ACTION ITEM> From the entries below, return every line that includes the word "hashPassword".

[Stored items]
=== Section Start ===

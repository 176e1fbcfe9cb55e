import { spawn } from "node:child_process";
import { expect, test, type APIRequestContext } from "@playwright/test";
import { createDb, type Db } from "@/db/client";
import { insertUser, updateUser } from "@/db/queries/users";
import { hashPassword } from "@/lib/auth/password";

let db: Db;
test.beforeAll(() => {
  db = createDb(process.env.DATABASE_URL ?? "postgres://postgres@127.0.0.1:5433/tapwright_e2e", 2);
});
test.afterAll(() => db.destroy());

function login(request: APIRequestContext, email: string, password: string, headers: Record<string, string> = {}) {
  return request.post("/api/auth/login", { data: { email, password }, headers });
}

async function temporaryUser(label: string) {
  const email = `${label}-${Date.now()}@example.test`;
  const user = await insertUser(db, { email, displayName: label, passwordHash: await hashPassword("long enough password"), role: "engineer" });
  return { user, email, password: "long enough password" };
}

test("login answers 400 with zod paths for malformed input", async ({ request }) => {
  const notJson = await request.post("/api/auth/login", { data: "{oops", headers: { "content-type": "application/json" } });
  expect(notJson.status()).toBe(400);
  const fields = await request.post("/api/auth/login", { data: { email: "not-an-email", password: "" } });
  expect(fields.status()).toBe(400);
  const body = await fields.json();
  expect(body.error.details.map((d: { path: string }) => d.path).sort()).toEqual(["email", "password"]);
});

test("me returns who is signed in", async ({ request }) => {
  expect((await login(request, "lead@tapwright.test", "tapwright-demo")).status()).toBe(200);
  expect(await (await request.get("/api/auth/me")).json()).toEqual({ email: "lead@tapwright.test", name: "Demo Lead", role: "lead" });
  const channels = await (await request.get("/api/v1/channels")).json();
  expect(channels).toContainEqual({ path: "hydraulic-press/press-ctl/ram-position", name: "Ram position", unit: "mm", sampleRateHz: 2000 });
  expect((await request.post("/api/auth/logout")).status()).toBe(200);
  expect((await request.get("/api/auth/me")).status()).toBe(401);
});

test("repeated failures for an account are throttled with 429", async ({ request }) => {
  const { email, password } = await temporaryUser("throttled");
  for (let i = 0; i < 5; i++) expect((await login(request, email, "wrong password")).status()).toBe(401);
  const refused = await login(request, email, password);
  expect(refused.status()).toBe(429);
});

test("repeated failures from one address are throttled with 429", async ({ request }) => {
  const headers = { "x-forwarded-for": `10.77.${Date.now() % 250}.9` };
  for (let i = 0; i < 20; i++) await login(request, `nobody-${i}@example.test`, "wrong password", headers);
  expect((await login(request, "engineer@tapwright.test", "tapwright-demo", headers)).status()).toBe(429);
  expect((await login(request, "engineer@tapwright.test", "tapwright-demo")).status()).toBe(200);
});

test("disabling a user or changing the password ends their sessions", async ({ playwright, baseURL }) => {
  for (const change of [{ disabled: true }, { passwordHash: "scrypt$1$1$1$AA==$AA==" }]) {
    const { user, email, password } = await temporaryUser("ended");
    const request = await playwright.request.newContext({ baseURL });
    expect((await login(request, email, password)).status()).toBe(200);
    expect((await request.get("/api/auth/me")).status()).toBe(200);
    await updateUser(db, user.id, change);
    expect((await request.get("/api/auth/me")).status()).toBe(401);
    expect((await request.get("/api/v1/channels")).status()).toBe(401);
    await request.dispose();
  }
});

test("health says 503 in plain words when the database is down", async ({ request }) => {
  expect(await (await request.get("/api/health")).json()).toEqual({ status: "ok", db: "up" });
  const port = 3190;
  const server = spawn("node_modules/.bin/next", ["start", "-H", "127.0.0.1", "-p", String(port)], {
    env: { ...process.env, DATABASE_URL: "postgres://postgres@127.0.0.1:1/none" },
    stdio: "ignore",
  });
  try {
    let res;
    for (let i = 0; i < 60; i++) {
      res = await request.get(`http://127.0.0.1:${port}/api/health`).catch(() => undefined);
      if (res) break;
      await new Promise((r) => setTimeout(r, 250));
    }
    expect(res?.status()).toBe(503);
    expect(await res?.text()).toMatch(/^Database unavailable/);
    const login = await request.post(`http://127.0.0.1:${port}/api/auth/login`, { data: { email: "a@b.test", password: "x" } });
    expect(login.status()).toBe(503);
    expect((await login.json()).error.message).toMatch(/database/i);
  } finally {
    server.kill("SIGTERM");
  }
});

=== Section End ===

RESULT FOR THIS TASK>
import { hashPassword } from "@/lib/auth/password";
  const user = await insertUser(db, { email, displayName: label, passwordHash: await hashPassword("long enough password"), role: "engineer" });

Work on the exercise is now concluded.